▸ **Task details**
Set down each record exactly as written.

(Dataset entries)
*** Begin section ***

import { provideHttpClient } from '@angular/common/http';
import { HttpTestingController, provideHttpClientTesting } from '@angular/common/http/testing';
import { TestBed } from '@angular/core/testing';
import type { ApiToken } from '@gapwise/contracts';
import { ApiTokens } from './api-tokens';

const token = (over: Partial<ApiToken> = {}): ApiToken => ({
  id: 't1',
  name: 'nightly import',
  prefix: 'gw_abcdefg',
  createdAt: '2026-11-01T10:00:00.000Z',
  lastUsedAt: null,
  revokedAt: null,
  scope: 'read',
  expiresAt: null,
  ...over,
});

function setup() {
  TestBed.configureTestingModule({ providers: [provideHttpClient(), provideHttpClientTesting()] });
  const fixture = TestBed.createComponent(ApiTokens);
  fixture.detectChanges();
  const http = TestBed.inject(HttpTestingController);
  const el = fixture.nativeElement as HTMLElement;
  return { fixture, http, el };
}

describe('ApiTokens', () => {
  it('creates a read-only token expiring in 90 days by default and shows the secret once', () => {
    const { fixture, http, el } = setup();
    http.expectOne('/api/tokens').flush([]);
    fixture.detectChanges();
    expect(el.textContent).toContain('No API tokens yet.');
    const name = el.querySelector<HTMLInputElement>('input[formcontrolname="name"]')!;
    name.value = 'nightly import';
    name.dispatchEvent(new Event('input'));
    el.querySelector<HTMLButtonElement>('button[type="submit"]')!.click();
    const req = http.expectOne({ method: 'POST', url: '/api/tokens' });
    expect(req.request.body.name).toBe('nightly import');
    expect(req.request.body.scope).toBe('read');
    const days = (new Date(req.request.body.expiresAt).getTime() - Date.now()) / 86_400_000;
    expect(days).toBeGreaterThan(89.9);
    expect(days).toBeLessThan(90.1);
    req.flush(
      { ...token(), token: 'gw_secret_value_shown_once' },
      { status: 201, statusText: 'Created' },
    );
    http.expectOne('/api/tokens').flush([token()]);
    fixture.detectChanges();
    expect(el.querySelector('[data-testid="new-token"]')!.textContent).toBe(
      'gw_secret_value_shown_once',
    );
    expect(el.querySelector('.token-list')!.textContent).toContain('Read only');
    expect(el.querySelector('.token-list')!.textContent).not.toContain(
      'gw_secret_value_shown_once',
    );
    http.verify();
  });

  it('revokes a token and marks revoked and expired ones', () => {
    const { fixture, http, el } = setup();
    http
      .expectOne('/api/tokens')
      .flush([
        token(),
        token({ id: 't2', name: 'old', revokedAt: '2026-11-02T10:00:00.000Z' }),
        token({ id: 't3', name: 'stale', expiresAt: '2020-01-01T00:00:00.000Z' }),
      ]);
    fixture.detectChanges();
    const items = el.querySelectorAll('.token-list li');
    expect(items[1]!.classList).toContain('ended');
    expect(items[1]!.textContent).toContain('revoked 2026-11-02');
    expect(items[2]!.textContent).toContain('expired 2020-01-01');
    el.querySelector<HTMLButtonElement>(
      'button[aria-label="Revoke token nightly import"]',
    )!.click();
    http.expectOne({ method: 'DELETE', url: '/api/tokens/t1' }).flush(null, {
      status: 204,
      statusText: 'No Content',
    });
    http.expectOne('/api/tokens').flush([]);
    http.verify();
  });

  it('shows a refused name under the field with its label', () => {
    const { fixture, http, el } = setup();
    http.expectOne('/api/tokens').flush([]);
    const name = el.querySelector<HTMLInputElement>('input[formcontrolname="name"]')!;
    name.value = 'x';
    name.dispatchEvent(new Event('input'));
    el.querySelector<HTMLButtonElement>('button[type="submit"]')!.click();
    http.expectOne({ method: 'POST', url: '/api/tokens' }).flush(
      {
        error: {
          code: 'validation-failed',
          message: 'Some fields are not valid.',
          fields: [{ field: 'name', message: 'must be shorter than or equal to 100 characters' }],
        },
      },
      { status: 400, statusText: 'Bad Request' },
    );
    fixture.detectChanges();
    expect(el.querySelector('mat-error')!.textContent).toContain(
      'Token name must be shorter than or equal to 100 characters.',
    );
  });
});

*** End section ***

▸ **Answer to the problem**
import { provideHttpClient } from '@angular/common/http';
import { HttpTestingController, provideHttpClientTesting } from '@angular/common/http/testing';
import { TestBed } from '@angular/core/testing';
import type { ApiToken } from '@gapwise/contracts';
import { ApiTokens } from './api-tokens';

const token = (over: Partial<ApiToken> = {}): ApiToken => ({
  id: 't1',
  name: 'nightly import',
  prefix: 'gw_abcdefg',
  createdAt: '2026-11-01T10:00:00.000Z',
  lastUsedAt: null,
  revokedAt: null,
  scope: 'read',
  expiresAt: null,
  ...over,
});

function setup() {
  TestBed.configureTestingModule({ providers: [provideHttpClient(), provideHttpClientTesting()] });
  const fixture = TestBed.createComponent(ApiTokens);
  fixture.detectChanges();
  const http = TestBed.inject(HttpTestingController);
  const el = fixture.nativeElement as HTMLElement;
  return { fixture, http, el };
}

describe('ApiTokens', () => {
  it('creates a read-only token expiring in 90 days by default and shows the secret once', () => {
    const { fixture, http, el } = setup();
    http.expectOne('/api/tokens').flush([]);
    fixture.detectChanges();
    expect(el.textContent).toContain('No API tokens yet.');
    const name = el.querySelector<HTMLInputElement>('input[formcontrolname="name"]')!;
    name.value = 'nightly import';
    name.dispatchEvent(new Event('input'));
    el.querySelector<HTMLButtonElement>('button[type="submit"]')!.click();
    const req = http.expectOne({ method: 'POST', url: '/api/tokens' });
    expect(req.request.body.name).toBe('nightly import');
    expect(req.request.body.scope).toBe('read');
    const days = (new Date(req.request.body.expiresAt).getTime() - Date.now()) / 86_400_000;
    expect(days).toBeGreaterThan(89.9);
    expect(days).toBeLessThan(90.1);
    req.flush(
      { ...token(), token: 'gw_secret_value_shown_once' },
      { status: 201, statusText: 'Created' },
    );
    http.expectOne('/api/tokens').flush([token()]);
    fixture.detectChanges();
    expect(el.querySelector('[data-testid="new-token"]')!.textContent).toBe(
      'gw_secret_value_shown_once',
    );
    expect(el.querySelector('.token-list')!.textContent).toContain('Read only');
    expect(el.querySelector('.token-list')!.textContent).not.toContain(
      'gw_secret_value_shown_once',
    );
    http.verify();
  });

  it('revokes a token and marks revoked and expired ones', () => {
    const { fixture, http, el } = setup();
    http
      .expectOne('/api/tokens')
      .flush([
        token(),
        token({ id: 't2', name: 'old', revokedAt: '2026-11-02T10:00:00.000Z' }),
        token({ id: 't3', name: 'stale', expiresAt: '2020-01-01T00:00:00.000Z' }),
      ]);
    fixture.detectChanges();
    const items = el.querySelectorAll('.token-list li');
    expect(items[1]!.classList).toContain('ended');
    expect(items[1]!.textContent).toContain('revoked 2026-11-02');
    expect(items[2]!.textContent).toContain('expired 2020-01-01');
    el.querySelector<HTMLButtonElement>(
      'button[aria-label="Revoke token nightly import"]',
    )!.click();
    http.expectOne({ method: 'DELETE', url: '/api/tokens/t1' }).flush(null, {
      status: 204,
      statusText: 'No Content',
    });
    http.expectOne('/api/tokens').flush([]);
    http.verify();
  });

  it('shows a refused name under the field with its label', () => {
    const { fixture, http, el } = setup();
    http.expectOne('/api/tokens').flush([]);
    const name = el.querySelector<HTMLInputElement>('input[formcontrolname="name"]')!;
    name.value = 'x';
    name.dispatchEvent(new Event('input'));
    el.querySelector<HTMLButtonElement>('button[type="submit"]')!.click();
    http.expectOne({ method: 'POST', url: '/api/tokens' }).flush(
      {
        error: {
          code: 'validation-failed',
          message: 'Some fields are not valid.',
          fields: [{ field: 'name', message: 'must be shorter than or equal to 100 characters' }],
        },
      },
      { status: 400, statusText: 'Bad Request' },
    );
    fixture.detectChanges();
    expect(el.querySelector('mat-error')!.textContent).toContain(
      'Token name must be shorter than or equal to 100 characters.',
    );
  });
});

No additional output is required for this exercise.